NEW YORK (TheStreet) -- Semiconductor SunEdison (SUNE) was tumbling during Thursday's trading session after the company projected a soft guidance revision for the fourth quarter. By late morning, shares had fallen 6.7% to $11.93.
The St. Peters, Miss.-based business lowered its revenue forecast for the fourth quarter ending in December to between $205 million and $215 million, down from a previous range of $220 million to $230 million. The forecast is approximately a third of the $672 million in sales the company earned in its third quarter ended September.
"Due to continued market weakness, unit volumes in our semiconductor business are now expected to be below prior expectations for the fourth quarter. Pricing, however, remains approximately flat and we believe our market share remains consistent with the past several quarters," the company said in a statement.
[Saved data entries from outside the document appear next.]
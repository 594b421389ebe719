package dev.lawful.cli;

import dev.lawful.algebra.LawSet;
import dev.lawful.enforce.SampleStatus;
import dev.lawful.io.CsvWriter;
import java.io.BufferedOutputStream;
import java.io.IOException;
import java.io.OutputStream;
import java.nio.ByteBuffer;
import java.nio.channels.FileChannel;
import java.nio.charset.StandardCharsets;
import java.nio.file.StandardOpenOption;
import java.util.HashSet;
import java.util.List;
import java.util.Locale;
import java.util.Set;

/**
 * The table {@code lawful complete} writes: the inputs the data file has, then every output (those it has and the
 * completed ones), in declared order; as CSV (with an optional status column), as a NumPy {@code .npy} array of
 * little-endian float64 in C order, or as a NumPy {@code .npz} archive of one such array per element
 * ({@link NpzOutput}). Rows are formatted on the worker threads, chunk by chunk ({@link #rows}), and written in
 * order by one thread: {@link #start}, {@link #write} for each chunk, {@link #finish}, and {@link #release} in any
 * case.
 */
abstract class TableOutput {
    final List<String> columns;
    final int[] xAt;
    final int[] yAt;

    private OutputStream stream;

    TableOutput(List<String> columns, int[] xAt, int[] yAt) {
        this.columns = columns;
        this.xAt = xAt;
        this.yAt = yAt;
    }

    /**
     * @param out       the {@code --out} argument: a name ending in {@code .npy} (any case) gives a .npy file, one
     *                  ending in {@code .npz} a .npz archive, any other name (and {@code -}) CSV
     * @param laws      the law set
     * @param sel       which elements the data file has
     * @param keepGoing whether rows that cannot be completed are written with a status column
     * @return the writer
     * @throws CommandFailure when a .npy or .npz file is asked for with a status column
     */
    static TableOutput of(String out, LawSet laws, DataFiles.Selection sel, boolean keepGoing) throws CommandFailure {
        List<String> columns = new java.util.ArrayList<>();
        int[] xAt = present(laws.inputNames(), sel, columns);
        int[] yAt = present(laws.outputNames(), sel, columns);
        String name = out.toLowerCase(Locale.ROOT);
        String binary = name.endsWith(".npy") ? ".npy" : name.endsWith(".npz") ? ".npz" : null;
        if (binary == null) {
            return new Csv(columns, xAt, yAt, keepGoing);
        }
        if (keepGoing) {
            throw new CommandFailure(Lawful.EXIT_USAGE, "lawful complete: --keep-going adds a status column, which a "
                    + binary + " file (numbers only) cannot hold; write CSV, or leave out --keep-going");
        }
        return binary.equals(".npy") ? new Npy(columns, xAt, yAt) : new NpzOutput(columns, xAt, yAt, laws);
    }

    private static int[] present(List<String> names, DataFiles.Selection sel, List<String> columns) {
        return java.util.stream.IntStream.range(0, names.size()).filter(k -> sel.has(names.get(k)))
                .peek(k -> columns.add(names.get(k))).toArray();
    }

    /** Row buffers written and free again, reused by the workers instead of one new buffer per chunk. */
    private final java.util.concurrent.ArrayBlockingQueue<Ascii> spare = new java.util.concurrent.ArrayBlockingQueue<>(
            64);

    /** @return a cleared buffer of at least {@code capacity} bytes, reused when one is free */
    Ascii buffer(int capacity) {
        Ascii a = spare.poll();
        if (a == null) {
            a = new Ascii(capacity);
        }
        a.clear();
        return a;
    }

    /**
     * Hands a buffer back once its bytes are written.
     *
     * @param written a buffer {@link #rows} returned
     */
    void recycle(Ascii written) {
        spare.offer(written);
    }

    /** @return the column names when the format does not store them (.npy), else null */
    List<String> names() {
        return this instanceof Npy ? columns : null;
    }

    /** @return the bytes before the first row */
    abstract byte[] begin();

    /**
     * Opens the target and writes what comes before the first row.
     *
     * @param target where the table goes
     * @throws IOException when it cannot be created or written
     */
    void start(OutputTarget target) throws IOException {
        stream = new BufferedOutputStream(target.open(), 1 << 16);
        stream.write(begin());
    }

    /** @return the buffered stream to the target, once {@link #start} has opened it */
    final OutputStream stream() {
        return stream;
    }

    /**
     * Writes a chunk's rows, chunks in order (on the one thread that writes).
     *
     * @param rows what {@link #rows} made of them; not modified
     * @throws IOException when they cannot be written
     */
    void write(Ascii rows) throws IOException {
        rows.writeTo(stream);
    }

    /**
     * @param x     inputs, row-major, {@code n × nIn}
     * @param nIn   the input width
     * @param y     outputs, row-major, {@code n × width}
     * @param width the output width
     * @param s     the row
     * @param c     the column of the table ({@link #columns})
     * @return the value in row {@code s}, column {@code c} of the table
     */
    final double value(double[] x, int nIn, double[] y, int width, int s, int c) {
        return c < xAt.length ? x[s * nIn + xAt[c]] : y[s * width + yAt[c - xAt.length]];
    }

    /**
     * Formats rows (on a worker thread).
     *
     * @param x      inputs, row-major, {@code n × inputWidth}
     * @param nIn    the input width
     * @param y      outputs, row-major, {@code n × width}
     * @param width  the output width
     * @param status each row's status, or null
     * @param n      the rows
     * @return their bytes (as written, not necessarily text)
     */
    abstract Ascii rows(double[] x, int nIn, double[] y, int width, byte[] status, int n);

    /**
     * Completes the file once every row is written (the .npy header then gets the row count, the .npz archive is
     * written) and flushes it; the target still has to be committed.
     *
     * @param target the file written, still open
     * @param rows   the rows written
     * @throws IOException when the file cannot be written or updated
     */
    void finish(OutputTarget target, long rows) throws IOException {
        stream.flush();
    }

    /** Closes whatever this writer opened besides the target's stream (which the target closes); never throws. */
    void release() {
    }

    /** CSV: numbers in the shortest form that reads back to the same double ({@link FastDecimal}). */
    private static final class Csv extends TableOutput {
        private final boolean status;
        private final String statusName;

        Csv(List<String> columns, int[] xAt, int[] yAt, boolean status) {
            super(columns, xAt, yAt);
            this.status = status;
            Set<String> taken = new HashSet<>(columns);
            String name = "status";
            while (taken.contains(name)) {
                name += "_";
            }
            this.statusName = name;
        }

        @Override
        byte[] begin() {
            StringBuilder sb = new StringBuilder();
            List<String> header = new java.util.ArrayList<>(columns);
            if (status) {
                header.add(statusName);
            }
            new CsvWriter(sb).header(header);
            return sb.toString().getBytes(StandardCharsets.UTF_8);
        }

        @Override
        Ascii rows(double[] x, int nIn, double[] y, int width, byte[] statuses, int n) {
            // about 20 characters per number: allocated once, below G1's humongous threshold for a chunk
            Ascii sb = buffer(n * 20 * columns.size());
            FastDecimal digits = FastDecimal.perThread();
            for (int s = 0; s < n; s++) {
                boolean first = true;
                for (int k : xAt) {
                    first = comma(sb, first);
                    digits.append(x[s * nIn + k], sb);
                }
                for (int k : yAt) {
                    first = comma(sb, first);
                    digits.append(y[s * width + k], sb);
                }
                if (status) {
                    comma(sb, first);
                    sb.append(CsvWriter.quote(SampleStatus.describe(statuses[s])));
                }
                sb.append('\n');
            }
            return sb;
        }

        private static boolean comma(Ascii sb, boolean first) {
            if (!first) {
                sb.append(',');
            }
            return false;
        }
    }

    /**
     * NumPy {@code .npy}, format version 1.0: the magic {@code \x93NUMPY}, the version, a little-endian 16-bit header
     * length and an ASCII header dictionary padded with spaces to a multiple of 64 bytes and ended by a line feed,
     * then the data. The header is written first with room for any row count and rewritten at the end.
     */
    private static final class Npy extends TableOutput {
        /** Header length, room for any 64-bit row count: the total prefix is 128 bytes, a multiple of 64. */
        private static final int PREFIX = 128;

        Npy(List<String> columns, int[] xAt, int[] yAt) {
            super(columns, xAt, yAt);
        }

        @Override
        byte[] begin() {
            return NpyFormat.header("<f8", false, new long[] {0, columns.size()}, PREFIX);
        }

        @Override
        Ascii rows(double[] x, int nIn, double[] y, int width, byte[] status, int n) {
            Ascii out = buffer(n * columns.size() * Double.BYTES).reserveDoubles(n * columns.size());
            for (int s = 0; s < n; s++) {
                for (int k : xAt) {
                    out.putLittleEndian(x[s * nIn + k]);
                }
                for (int k : yAt) {
                    out.putLittleEndian(y[s * width + k]);
                }
            }
            return out;
        }

        @Override
        void finish(OutputTarget target, long rows) throws IOException {
            super.finish(target, rows);
            try (FileChannel ch = FileChannel.open(target.written(), StandardOpenOption.WRITE)) {
                ch.write(ByteBuffer.wrap(NpyFormat.header("<f8", false, new long[] {rows, columns.size()}, PREFIX)),
                        0);
            }
        }
    }
}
The tech company is expected to release fourth-quarter numbers on Feb. 3.
In a separate announcement, SunEdison said it plans to refinance its capital structure through the offering of $800 million convertible senior notes, half of which are due in 2018 and the remainder in 2021. With the proceeds, it intends to redeem $550 million senior notes due 2019 and repay amounts owed under its $200 million second lien term loan.
In response, UBS reiterated its "buy" rating and 12-month price target of $13. Likewise, Credit Suisse kept an "outperform" rating and target price of $14.
TheStreet Ratings team rates SunEdison Inc as a Hold with a ratings score of C-. The team has this to say about its recommendation:
"We rate SunEdison Inc (SUNE) a HOLD. The primary factors that have impacted our rating are mixed -- some indicating strength, some showing weaknesses, with little evidence to justify the expectation of either a positive or negative performance for this stock relative to most other stocks. The company's strengths can be seen in multiple areas, such as its revenue growth, solid stock price performance and notable return on equity. However, as a counter to these strengths, we also find weaknesses including unimpressive growth in net income, generally higher debt management risk and weak operating cash flow."